Lewis was suspended from the role of vice-president of the NUS in 1996 by its president, Jim Murphy, for publicly supporting concerns about tuition fees. Murphy's actions were condemned by Ken Livingstone, then a Labour MP. Lewis ran for president of the National Union of Students in 1996 on a platform of unfunded full grants and free education, and lost the election to Douglas Trainer.

Career
After completing a post-graduate diploma in journalism, he worked on local newspapers in Northampton and Milton Keynes, and was then accepted into the BBC's News Trainee Scheme. He went on to work as a broadcast journalist in Nottingham, Norwich, and Coventry. He then became the main reporter on the BBC's Politics Show East.

Lewis joined the Territorial Army, passing out of the Royal Military Academy Sandhurst in 2006 as an infantry officer with The Rifles. In 2009, he served a three-month tour of duty in Afghanistan. In an opinion piece he wrote years later, Lewis said "despite being on the left, and despite being told in the cadets that 'there ain't no black in the union jack', I still opted to serve".  Shortly after returning from his tour of duty, he experienced depression, saying "I just felt like I was being crushed by it all." He receiving counselling through the Ministry of Defence and recovered.

Political career

Parliamentary candidate 
Lewis was selected as the Labour Party's prospective parliamentary candidate for Norwich South at the party's hustings in November 2011, beating other candidates including the musician Dave Rowntree. Norwich South had been won by Simon Wright of the Liberal Democrats in the 2010 general election with a majority of just over 300 votes, defeating former Home Secretary and Education Secretary Charles Clarke.

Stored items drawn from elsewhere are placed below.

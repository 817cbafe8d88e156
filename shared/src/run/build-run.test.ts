import { describe, expect, it } from 'vitest';
import {
  bend,
  buildRun,
  cable,
  fitting,
  flex,
  offset,
  pullPoint,
  saddle3,
  saddle4,
  straight,
  transition,
  wires,
} from './build-run';
import { elementIdAfter, groupIdAfter, numberElements, numberGroups } from './element-ids';
import { parseRunDocument } from './parse-run-document';

describe('builders', () => {
  it('make a valid run out of nothing', () => {
    const document = buildRun();
    expect(parseRunDocument(document)).toEqual({ ok: true, document });
  });

  it('make every kind of piece valid', () => {
    const middle = [
      straight(),
      bend(),
      offset(),
      saddle3(),
      saddle4(),
      flex(),
      fitting(),
      transition(),
    ];
    const document = buildRun({
      path: [pullPoint(), ...middle, pullPoint()],
      conductors: [wires(), cable()],
    });
    expect(parseRunDocument(document)).toEqual({ ok: true, document });
  });

  it('name parts in order, the same each time, round those that have a name', () => {
    const make = () =>
      buildRun({
        path: [pullPoint(), bend({ id: 'e2' }), straight(), pullPoint({ id: 'Z' })],
        conductors: [wires(), wires()],
      });
    expect(make().path.map(({ id }) => id)).toEqual(['e3', 'e2', 'e4', 'Z']);
    expect(make().conductors?.map(({ id }) => id)).toEqual(['w1', 'w2']);
    expect(make()).toEqual(make());
  });

  it('leave a nameless part nameless until a document takes it in', () => {
    const document = buildRun();
    const bare = {
      ...document,
      path: [...document.path.slice(0, -1), bend(), pullPoint({ id: 'Z' })],
    };
    expect(parseRunDocument(bare).ok).toBe(false);
    expect(parseRunDocument({ ...bare, path: numberElements(bare, bare.path) }).ok).toBe(true);
  });
});

describe('ids', () => {
  it('follow the highest in the document, whatever its order', () => {
    const document = buildRun({ path: [pullPoint({ id: 'e7' }), pullPoint({ id: 'e3' })] });
    expect(elementIdAfter(document)).toBe('e8');
    expect(groupIdAfter(document)).toBe('w1');
    expect(
      numberElements(document, [bend(), bend(), bend({ id: 'x' })]).map(({ id }) => id),
    ).toEqual(['e8', 'e9', 'x']);
    expect(numberGroups(document, [wires(), wires()]).map(({ id }) => id)).toEqual(['w1', 'w2']);
  });

  it('are not led astray by names that only look like numbers', () => {
    const ids = ['e', 'e1x', 'e99999999999999999999', 'ee5'];
    const document = buildRun({ path: ids.map((id) => pullPoint({ id })) });
    expect(elementIdAfter(document)).toBe('e1');
  });
});
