import type {
  Circuit,
  ConductorGroup,
  Environment,
  PathElement,
  PlannedPull,
  PullConditions,
  Raceway,
  Rules,
  RunDocument,
} from './run-document';

/**
 * Every edit of a run document. `applyCommand(document, command)` is pure: document in, document out; it throws a
 * `CommandError` for an id that is not there and never returns a half-done edit. Fixes are the same commands.
 */
export type RunCommand =
  | { command: 'set-identity'; args: { tag?: string; title?: string } }
  | { command: 'set-raceway'; args: { raceway: Raceway } }
  | { command: 'set-rules'; args: { rules: Rules } }
  | { command: 'set-start'; args: { start: NonNullable<RunDocument['start']> } }
  | { command: 'set-sets'; args: { sets: number } }
  | { command: 'set-environment'; args: { environment: Environment } }
  | { command: 'set-circuit'; args: { circuit: Circuit } }
  /** All of them; a field given as undefined goes back to the company's or the default. */
  | { command: 'set-conditions'; args: { conditions: PullConditions } }
  /** The whole plan; a section no pull covers is pulled by itself. */
  | { command: 'set-pulls'; args: { pulls: PlannedPull[] } }
  /** `afterId` null: at the start. */
  | { command: 'insert-elements'; args: { afterId: string | null; elements: PathElement[] } }
  /** Fields given replace; a field given as undefined is removed; `kind` and `id` never change. */
  | { command: 'set-element'; args: { elementId: string; patch: Record<string, unknown> } }
  /** Another kind in the same place, under the same id. */
  | { command: 'replace-element'; args: { elementId: string; element: PathElement } }
  | { command: 'remove-elements'; args: { elementIds: string[] } }
  /** `by` places along the path, negative toward the start. */
  | { command: 'move-element'; args: { elementId: string; by: number } }
  /** Cuts a straight `at` inches from its start and puts the element in the cut. */
  | {
      command: 'split-straight';
      args: { elementId: string; at: number; element: PathElement; restId: string };
    }
  | { command: 'add-conductors'; args: { group: ConductorGroup } }
  | { command: 'set-conductors'; args: { group: ConductorGroup } }
  | { command: 'remove-conductors'; args: { groupId: string } };

export type RunCommandName = RunCommand['command'];
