import { LIMITS } from '@fairlead/shared';
import type { CompanySettings } from '@fairlead/shared';
import { Column, DataType, Model, Table } from 'sequelize-typescript';

@Table({ tableName: 'companies' })
export class Company extends Model {
  @Column({ type: DataType.CHAR(36), primaryKey: true })
  declare id: string;

  @Column({ type: DataType.STRING(LIMITS.companyName), allowNull: false })
  declare name: string;

  /** IANA name, for paper and "today". */
  @Column({ type: DataType.STRING(64), allowNull: false })
  declare timeZone: string;

  /** null: the defaults. Read through the parser: an older version may have written them. */
  @Column({ type: DataType.JSON, allowNull: true })
  declare settings: CompanySettings | null;

  @Column({ type: DataType.INTEGER.UNSIGNED, allowNull: false, defaultValue: 1 })
  declare settingsVersion: number;

  @Column({ type: DataType.DATE(3), allowNull: false })
  declare createdAt: Date;
}
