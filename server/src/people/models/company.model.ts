import { LIMITS } from '@fairlead/shared';
import { Column, DataType, Model, Table } from 'sequelize-typescript';

@Table({ tableName: 'companies' })
export class Company extends Model {
  @Column({ type: DataType.CHAR(36), primaryKey: true })
  declare id: string;

  @Column({ type: DataType.STRING(LIMITS.companyName), allowNull: false })
  declare name: string;

  /** IANA name, for paper and "today". */
  @Column({ type: DataType.STRING(64), allowNull: false })
  declare timeZone: string;

  @Column({ type: DataType.DATE(3), allowNull: false })
  declare createdAt: Date;
}
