import type { Profile } from './rules-in-force';
import type { PathElement, PullPoint, Turn } from './run-document';

/** Degrees an angle body turns the conductors where nothing else is given. Common practice, no source. */
export const BODY_TURN = 90;
const ANGLE_BODIES: readonly unknown[] = ['LB', 'LL', 'LR'];

export function isPullPoint(element: PathElement): element is PullPoint {
  return element.kind === 'pull-point';
}

export function isAccessible(pullPoint: PullPoint): boolean {
  return pullPoint.accessible !== false;
}

/** How the conductors turn inside a box or body; null where they go straight through. */
export function turnOf(pullPoint: PullPoint): Turn | null {
  if (pullPoint.turn) return pullPoint.turn;
  const turns = pullPoint.device === 'conduit-body' && ANGLE_BODIES.includes(pullPoint.body);
  return turns ? { angle: BODY_TURN } : null;
}

/**
 * Whether the count of degrees starts again here. A place nobody can reach never ends a section (NEC 314.29); under the
 * telecom profile a conduit body doesn't either (owner standards: Washington State University 27 05 33), unless
 * the run itself ends there.
 */
export function endsSection(pullPoint: PullPoint, profile: Profile, isEnd: boolean): boolean {
  if (!isAccessible(pullPoint)) return false;
  return isEnd || profile === 'power' || pullPoint.device !== 'conduit-body';
}
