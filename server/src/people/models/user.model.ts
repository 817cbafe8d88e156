import { LIMITS } from '@fairlead/shared';
import { Column, DataType, Model, Table } from 'sequelize-typescript';

@Table({ tableName: 'users' })
export class User extends Model {
  @Column({ type: DataType.CHAR(36), primaryKey: true })
  declare id: string;

  @Column({ type: DataType.STRING(LIMITS.personName), allowNull: false })
  declare name: string;

  @Column({ type: DataType.STRING(LIMITS.email), allowNull: false })
  declare email: string;

  @Column({ type: DataType.CHAR(60), allowNull: false })
  declare passwordHash: string;

  @Column({ type: DataType.DATE(3), allowNull: false })
  declare createdAt: Date;
}
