import { numberElements, numberGroups } from './element-ids';
import { RUN_FORMAT, RUN_VERSION } from './run-document';
import type {
  Bend,
  Cable,
  CableGroup,
  Fitting,
  Flex,
  Offset,
  PullPoint,
  RunDocument,
  Saddle3,
  Saddle4,
  Straight,
  Transition,
  WireGroup,
} from './run-document';

/**
 * Builders of run documents and their parts, for tests, samples and the keys that add a piece. Each takes what differs
 * from a usual piece. A part built without an id carries `''`, which the parser refuses: `buildRun`, `numberElements`
 * and `numberGroups` give it the next free one.
 */
type Overrides<T> = Partial<Omit<T, 'kind'>>;

export function pullPoint(overrides: Overrides<PullPoint> = {}): PullPoint {
  return { kind: 'pull-point', id: '', device: 'box', ...overrides };
}

export function straight(overrides: Overrides<Straight> = {}): Straight {
  return { kind: 'straight', id: '', length: 120, ...overrides };
}

export function bend(overrides: Overrides<Bend> = {}): Bend {
  return { kind: 'bend', id: '', angle: 90, ...overrides };
}

export function offset(overrides: Overrides<Offset> = {}): Offset {
  return { kind: 'offset', id: '', rise: 6, angle: 30, ...overrides };
}

export function saddle3(overrides: Overrides<Saddle3> = {}): Saddle3 {
  return { kind: 'saddle-3', id: '', height: 4, angle: 22.5, ...overrides };
}

export function saddle4(overrides: Overrides<Saddle4> = {}): Saddle4 {
  return { kind: 'saddle-4', id: '', height: 4, width: 12, angle: 30, ...overrides };
}

export function flex(overrides: Overrides<Flex> = {}): Flex {
  const raceway = { type: 'FMC', tradeSize: '3/4' } as const;
  return { kind: 'flex', id: '', length: 36, raceway, ...overrides };
}

export function fitting(overrides: Overrides<Fitting> = {}): Fitting {
  return { kind: 'fitting', id: '', fitting: 'union', ...overrides };
}

export function transition(overrides: Overrides<Transition> = {}): Transition {
  return {
    kind: 'transition',
    id: '',
    raceway: { type: 'PVC-40', tradeSize: '3/4' },
    ...overrides,
  };
}

/** A group of single conductors: 3 × 12 THHN stranded copper unless told otherwise. */
export function wires(overrides: Partial<WireGroup> = {}): WireGroup {
  return {
    id: '',
    count: 3,
    use: 'phase',
    size: '12',
    insulation: 'THHN',
    material: 'Cu',
    stranding: 'stranded',
    ...overrides,
  };
}

/** A cable that is in no table: an invented 3-conductor 12 AWG one unless told otherwise. */
export function cable(
  overrides: Partial<Omit<CableGroup, 'cable'>> & { cable?: Partial<Cable> } = {},
): CableGroup {
  const { cable: fields, ...group } = overrides;
  return {
    id: '',
    count: 1,
    use: 'phase',
    ...group,
    cable: { name: 'Cable', od: 0.4, weight: 0.15, maxTension: 150, conductors: 3, ...fields },
  };
}

/** A whole run: a box, 10 ft, a 90, 10 ft, a box in 3/4 EMT without conductors, unless told otherwise. */
export function buildRun(overrides: Partial<RunDocument> = {}): RunDocument {
  const document: RunDocument = {
    format: RUN_FORMAT,
    version: RUN_VERSION,
    tag: 'F-1',
    raceway: { type: 'EMT', tradeSize: '3/4' },
    path: [pullPoint(), straight(), bend(), straight(), pullPoint()],
    ...overrides,
  };
  const nothing = { path: [] };
  const path = numberElements(nothing, document.path);
  const { conductors } = document;
  return {
    ...document,
    path,
    ...(conductors && { conductors: numberGroups({ path }, conductors) }),
  };
}
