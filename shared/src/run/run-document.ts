/**
 * The run document: what is stored, exported, imported and analysed.
 *
 * Units: lengths in inches, angles in degrees, forces in pounds-force, weights in lb/ft, temperatures in °F.
 * The document is sparse: a field that was not given stays absent; the engine, not the parser, fills defaults.
 */
export const RUN_FORMAT = 'fairlead.run';
export const RUN_VERSION = 1;

export const CODE_EDITIONS = ['NEC-2017', 'NEC-2020', 'NEC-2023', 'NEC-2026'] as const;
export type CodeEdition = (typeof CODE_EDITIONS)[number];

export const RACEWAY_TYPES = [
  'EMT',
  'IMC',
  'RMC',
  'FMC',
  'LFMC',
  'LFNC-A',
  'LFNC-B',
  'LFNC-C',
  'ENT',
  'PVC-40',
  'PVC-80',
  'PVC-A',
  'PVC-EB',
  'HDPE-40',
] as const;
export type RacewayType = (typeof RACEWAY_TYPES)[number];

export const TRADE_SIZES = [
  '3/8',
  '1/2',
  '3/4',
  '1',
  '1-1/4',
  '1-1/2',
  '2',
  '2-1/2',
  '3',
  '3-1/2',
  '4',
  '5',
  '6',
] as const;
export type TradeSize = (typeof TRADE_SIZES)[number];

export const COMPASS = ['up', 'down', 'north', 'south', 'east', 'west'] as const;
/** A named direction, or degrees from north clockwise and degrees above level. */
export type Direction = (typeof COMPASS)[number] | { azimuth: number; elevation: number };

export const DEVICES = [
  'box',
  'pull-box',
  'conduit-body',
  'cabinet',
  'handhole',
  'manhole',
  'open-end',
] as const;
export type Device = (typeof DEVICES)[number];

export const CONDUIT_BODIES = ['LB', 'LL', 'LR', 'C', 'T', 'X', 'LU'] as const;
export type ConduitBody = (typeof CONDUIT_BODIES)[number];

export const FITTINGS = ['union', 'expansion', 'seal', 'offset-connector'] as const;
export type FittingKind = (typeof FITTINGS)[number];

export const WALLS = ['top', 'bottom', 'left', 'right', 'back', 'front'] as const;
export type Wall = (typeof WALLS)[number];

export interface Raceway {
  type: RacewayType;
  tradeSize: TradeSize;
  /** Centre-line bend radius in inches; null or absent takes the bender's or the table's. */
  bendRadius?: number | null;
}

export interface Turn {
  angle: number;
  toward?: Direction;
  sheaveRadius?: number;
}

export interface BoxEntry {
  wall: Wall;
  row: number;
  tradeSize: TradeSize;
  runId?: string;
}

export interface BoxSize {
  width: number;
  height: number;
  depth: number;
}

export interface PullPoint {
  kind: 'pull-point';
  id: string;
  device: Device;
  label?: string;
  /** Default true. */
  accessible?: boolean;
  body?: ConduitBody;
  turn?: Turn;
  /** Inches of free conductor; default 8. */
  makeUp?: number;
  /** Default true: people and the reel can work here. */
  reach?: boolean;
  place?: string;
  entries?: BoxEntry[];
  boxSize?: BoxSize;
  /** What leaves the pull point, when it changes here. */
  raceway?: Raceway;
}

export interface Straight {
  kind: 'straight';
  id: string;
  /** Inches along the centre line, corner to corner or from the box face. */
  length: number;
}

export type Made = 'field' | 'factory';

export interface Bend {
  kind: 'bend';
  id: string;
  angle: number;
  toward?: Direction;
  radius?: number;
  made?: Made;
  /** Default true; false lists a gentle sweep without counting it. */
  counts?: boolean;
  why?: string;
}

export interface Offset {
  kind: 'offset';
  id: string;
  rise: number;
  angle: number;
  toward?: Direction;
  radius?: number;
  made?: Made;
}

export interface Saddle3 {
  kind: 'saddle-3';
  id: string;
  height: number;
  /** The outer angle; the centre bend is twice it. */
  angle: number;
  toward?: Direction;
  radius?: number;
}

export interface Saddle4 {
  kind: 'saddle-4';
  id: string;
  height: number;
  /** Width of the object crossed. */
  width: number;
  angle: number;
  toward?: Direction;
  radius?: number;
}

export interface Flex {
  kind: 'flex';
  id: string;
  length: number;
  /** Planned total of its bends; default 90. */
  degrees?: number;
  raceway: Raceway;
}

export interface Fitting {
  kind: 'fitting';
  id: string;
  fitting: FittingKind;
  angle?: number;
}

export interface Transition {
  kind: 'transition';
  id: string;
  raceway: Raceway;
}

export type PathElement =
  PullPoint | Straight | Bend | Offset | Saddle3 | Saddle4 | Flex | Fitting | Transition;
export type ElementKind = PathElement['kind'];
export const ELEMENT_KINDS = [
  'pull-point',
  'straight',
  'bend',
  'offset',
  'saddle-3',
  'saddle-4',
  'flex',
  'fitting',
  'transition',
] as const satisfies readonly ElementKind[];

export const CONDUCTOR_USES = ['phase', 'neutral', 'ground', 'spare', 'existing'] as const;
export type ConductorUse = (typeof CONDUCTOR_USES)[number];
export const INSULATIONS = ['THHN', 'XHHW-2', 'THW', 'RHW-2', 'RHW-2-covered', 'bare'] as const;
export type Insulation = (typeof INSULATIONS)[number];
export const MATERIALS = ['Cu', 'Al'] as const;
export type Material = (typeof MATERIALS)[number];
export const STRANDINGS = ['solid', 'stranded', 'compact'] as const;
export type Stranding = (typeof STRANDINGS)[number];

export const WIRE_SIZES = [
  '18',
  '16',
  '14',
  '12',
  '10',
  '8',
  '6',
  '4',
  '3',
  '2',
  '1',
  '1/0',
  '2/0',
  '3/0',
  '4/0',
  '250',
  '300',
  '350',
  '400',
  '500',
  '600',
  '700',
  '750',
  '800',
  '900',
  '1000',
  '1250',
  '1500',
  '1750',
  '2000',
] as const;
export type WireSize = (typeof WIRE_SIZES)[number];

/** Reserved for conductor insulation: black, red, blue, white, green, brown, orange, yellow, grey, bare. */
export const WIRE_COLOURS = ['BK', 'RD', 'BL', 'WH', 'GN', 'BN', 'OR', 'YL', 'GY'] as const;
export type WireColour = (typeof WIRE_COLOURS)[number];
export const PHASES = ['A', 'B', 'C', 'N', 'G'] as const;
export type Phase = (typeof PHASES)[number];

interface ConductorGroupBase {
  id: string;
  count: number;
  use: ConductorUse;
  colour?: WireColour;
  /** Pull-point ids; absent: the whole run. */
  from?: string;
  to?: string;
  phase?: Phase;
}

export interface WireGroup extends ConductorGroupBase {
  size: WireSize;
  insulation: Insulation;
  material: Material;
  stranding: Stranding;
}

export interface Cable {
  name: string;
  /** Outside diameter, in. */
  od: number;
  /** lb/ft. */
  weight: number;
  /** lbf. */
  maxTension: number;
  conductors?: number;
  maxSidewall?: number;
  minBendRadius?: number;
}

export interface CableGroup extends ConductorGroupBase {
  cable: Cable;
}

export type ConductorGroup = WireGroup | CableGroup;

export interface RuleOverrides {
  maxDegrees?: number | null;
  maxSectionLength?: number | null;
  maxFillPercent?: number | null;
  minBendRadius?: number | null;
  /** What the limits come from, e.g. a specification section. */
  source?: string;
}

export interface Rules {
  code?: CodeEdition;
  profile?: 'power' | 'telecom';
  overrides?: RuleOverrides;
}

export interface Environment {
  ambient?: number | null;
  rooftopHeight?: number | null;
  wet?: boolean;
  buried?: boolean;
  temperatureChange?: number | null;
}

export interface Circuit {
  overcurrent?: number | null;
  terminations?: 60 | 75 | 90;
  wyeFourWire?: boolean;
  nonlinear?: boolean;
}

export interface PlannedPull {
  id: string;
  from: string;
  to: string;
  feedAt?: 'from' | 'to';
}

export interface FrictionBand {
  low: number;
  likely: number;
  high: number;
}

export interface PullConditions {
  friction?: FrictionBand;
  ropeFriction?: number;
  crew?: { feeding: number; pulling: number };
  feedTension?: number | { from: number; to: number };
  attachment?: 'eye' | 'basket-grip' | 'tied-head';
  lubricated?: boolean;
  ambientTemperature?: number | null;
  limits?: {
    handOne?: number | null;
    handTwo?: number | null;
    puller?: number | null;
    rope?: number | null;
    sidewall?: { caution?: number | null; stop?: number | null };
  };
}

export interface RunDocument {
  format: typeof RUN_FORMAT;
  version: typeof RUN_VERSION;
  tag: string;
  title?: string;
  rules?: Rules;
  raceway: Raceway;
  environment?: Environment;
  start?: { heading?: Direction };
  path: PathElement[];
  conductors?: ConductorGroup[];
  sets?: number;
  circuit?: Circuit;
  parallel?: { group: string; set: number; of: number } | null;
  rack?: { count: number; spacing: number } | null;
  pulls?: PlannedPull[];
  conditions?: PullConditions;
}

In April 2015, during an interview by the New Statesman, in response to a question on whether he was taking his upcoming victory for granted, he said he would only lose if "he was caught with [his] pants down behind a goat with Ed Miliband at the other end". He subsequently apologised for the remark, saying he was "sincerely sorry" "if" anyone had been offended by the comment.

Lewis opposed the Labour Party's position on immigration. Locally, Lewis supported the campaign to prevent the Hewett School, a comprehensive school in Norwich, from being turned into an academy.

First term (2015–2017) 
On 7 May 2015, Lewis was elected MP for Norwich South with a 15.8% majority of 7,654. Lewis, in his victory speech, declared New Labour to be "dead and buried" and promised to stand up for Norwich's most vulnerable against an "onslaught of cuts" by the governing Conservative Party.

In June 2015, Lewis was elected Chair of the All Party Parliamentary Humanist Group. In the same month, he became a patron of the Anti-Academies Alliance.

Lewis was one of 36 Labour MPs to nominate Jeremy Corbyn as a candidate in the 2015 Labour leadership election. Corbyn credited Lewis with getting his nominations "off the ground". Lewis has been described as an ally of Corbyn, who was elected leader. In September 2015, he was appointed to the Labour frontbench as a shadow minister in the Energy and Climate Change team.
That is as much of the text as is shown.